# 4 Festplatten



## flowlow (15. Februar 2005)

Hallo
  Ich habe eine 80 GB SATA mit dem Betriebssystem Win XP Pro, 
  weiter eine SATA 160 GB und eine ATA 200 GB. bei dieser konfiguration ist alles OK. 
 Wenn ich nun noch eine ATA 300 GB dazu schalte wird beim aufstarten die 80 GB SATA mit dem Betriebssystem drauf nicht mehr gefunden.
 Ich habe bereits die 200 HD ausgeschaltet und die 300 HD eingeschaltet - mit dem Ergebnis das alles ging. Nur klappts leider mit beiden nicht.

  Irgend eine Idee?

  Gruss


----------



## fred31 (16. Februar 2005)

Ich könnte wild rumspekulieren...


Könnte (vielleicht!) am Netzteil liegen (wenn 2 Festplatten zusammen funktionieren, nur 3 nicht).

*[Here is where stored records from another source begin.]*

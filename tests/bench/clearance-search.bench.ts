import { sitesOf } from '@/diagrams/document/sites'
import { clearances } from '@/diagrams/faults/clearance'
import { weighReadings } from '@/diagrams/faults/weighed-readings'
import { faultModelOf } from '@/diagrams/faults/fault-model'
import { samples } from '@/diagrams/samples/all-samples'
import { readFaulty, readingPool } from '../support/clearance-run'
import { findCounterexample } from '../support/find-counterexample'
import { seededRandom } from '../support/random'
import { argument } from './support/arguments'
import { percent } from './support/figures'
import { report } from './support/report'

/**
 * Sites that the evaluator calls proved good, handed to a search with a solver of its own for a fault
 * that fits after all. So that a search which finds nothing means something, it is also asked for the
 * true site, where it has to find one.
 */
const clearancesWanted = argument('clearances', 150)
const from = argument('from', 0)
const seconds = argument('seconds', 150)
const perRun = 4

const ready = samples.map((circuit) => ({
  circuit,
  model: faultModelOf(circuit),
  sites: sitesOf(circuit),
  pool: readingPool(circuit),
}))
let searched = 0
let firm = 0
let found = 0
let trueSites = 0
let trueFound = 0
const end = Date.now() + 1000 * seconds
let run = from
for (; searched < clearancesWanted && Date.now() < end; run++) {
  const random = seededRandom(0xc1ea + run)
  const { circuit, model, sites, pool } = random.pick(ready)
  const site = random.pick(sites)
  const drawn = readFaulty(model.only(site.id), site, pool, run)
  if (!drawn) continue
  const { readings, fault } = drawn
  trueSites++
  if (findCounterexample(circuit, site, readings, random)) trueFound++
  const judged = clearances(
    model,
    weighReadings(model, readings),
    readings,
    sites.map(({ id }) => id),
  )
  // Those that no hypothesis was made for are as interesting as the others.
  const cleared = sites.filter(({ id }) => judged.get(id)!.cleared)
  for (let i = 0; i < perRun && cleared.length > 0; i++) {
    const [one] = cleared.splice(random.whole(0, cleared.length - 1), 1)
    searched++
    if (judged.get(one!.id)!.firm) firm++
    const counter = findCounterexample(circuit, one!, readings, random)
    if (!counter) continue
    found++
    console.log(
      `  run ${run}, ${circuit.title}: ${one!.id} is proved good, but ${JSON.stringify(counter.fault)} at ${counter.restingVolts.toFixed(3)} V (charging ${counter.chargingVolts.toFixed(3)} V), parts ${JSON.stringify([...counter.parts])} gives all of ${JSON.stringify(readings)} (truth ${JSON.stringify(fault)})`,
    )
  }
}
report('Clearances searched for a fault that fits after all', [
  {
    what: 'proved good, and a fault found that fits',
    goal: '0',
    figure: `${found} of ${searched}`,
    met: found === 0,
    how: `runs ${from} to ${run - 1}, ${firm} of them firm`,
  },
  {
    what: 'the same search on the true site finds a fault that fits',
    goal: '',
    figure: percent(trueFound / trueSites, 0),
    met: null,
    how: `${trueSites} runs`,
  },
])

Die sind einwandfrei gejumpert? In welcher Konfiguration sind die eingebaut (Master/Slave)?


----------



## flowlow (16. Februar 2005)

hallo 

Danke für deine Antwort. Ich habe mein problem bereits gelöst. 
Die HD's waren richtig gejumpert nur gings nicht am selben Bus.
Also habe ich die eine HD mit dem DVD-Rom an den einen Bus und die zweite HD mit dem DVD-RW an den anderen Bus gehängt.

gruss


----------



## fred31 (16. Februar 2005)

Und die dritte?


----------



## Cheese (17. Februar 2005)

Die sind ja SATA, da brauchst weder was Jumpern noch hängen die am IDE-Bus  Also dann der locker die Platten 3 & 4 dranhängen....


----------